WHAT TO WORK ON.
When you have gone through the entries below, state how many lines include the word "with" and write nothing else.

Data records
########
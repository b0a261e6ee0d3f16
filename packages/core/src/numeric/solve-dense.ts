/**
 * Solves `matrix · x = rhs` in place for a small dense system; allocates nothing.
 *
 * Gaussian elimination with partial pivoting (G. H. Golub, C. F. Van Loan, Matrix Computations, 4th ed.,
 * 2013, algorithm 3.4.1): backward stable, size³/3 multiplications. Meant for up to a dozen or so unknowns.
 *
 * @param matrix - `size`² coefficients, row by row; overwritten
 * @param rhs - `size` values; holds the solution afterwards
 * @returns `false` where a pivot vanishes or the solution is not finite; `rhs` is then of no use. A matrix
 *   that is singular but for rounding may still pass, with a huge solution.
 */
export function solveDense(matrix: Float64Array, rhs: Float64Array, size: number): boolean {
  for (let column = 0; column < size; column++) {
    const pivotRow = largestBelow(matrix, column, size);
    if (pivotRow !== column) swapRows(matrix, rhs, column, pivotRow, size);
    const top = column * size;
    const pivot = matrix[top + column]!;
    if (pivot === 0) return false;
    for (let row = column + 1; row < size; row++) {
      const start = row * size;
      const factor = matrix[start + column]! / pivot;
      if (factor === 0) continue;
      for (let i = column + 1; i < size; i++) matrix[start + i]! -= factor * matrix[top + i]!;
      rhs[row]! -= factor * rhs[column]!;
    }
  }
  for (let row = size - 1; row >= 0; row--) {
    const start = row * size;
    let value = rhs[row]!;
    for (let i = row + 1; i < size; i++) value -= matrix[start + i]! * rhs[i]!;
    value /= matrix[start + row]!;
    if (!Number.isFinite(value)) return false;
    rhs[row] = value;
  }
  return true;
}

/** Row, from the diagonal down, with the largest magnitude in the column. */
function largestBelow(matrix: Float64Array, column: number, size: number): number {
  let largest = column;
  let magnitude = Math.abs(matrix[column * size + column]!);
  for (let row = column + 1; row < size; row++) {
    const other = Math.abs(matrix[row * size + column]!);
    if (other > magnitude) {
      magnitude = other;
      largest = row;
    }
  }
  return largest;
}

/** Swaps two rows from the pivot column on; what lies left of it is no longer needed. */
function swapRows(matrix: Float64Array, rhs: Float64Array, upper: number, lower: number, size: number): void {
  for (let i = upper; i < size; i++) {
    const kept = matrix[upper * size + i]!;
    matrix[upper * size + i] = matrix[lower * size + i]!;
    matrix[lower * size + i] = kept;
  }
  const kept = rhs[upper]!;
  rhs[upper] = rhs[lower]!;
  rhs[lower] = kept;
}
########
YOUR SOLUTION.
3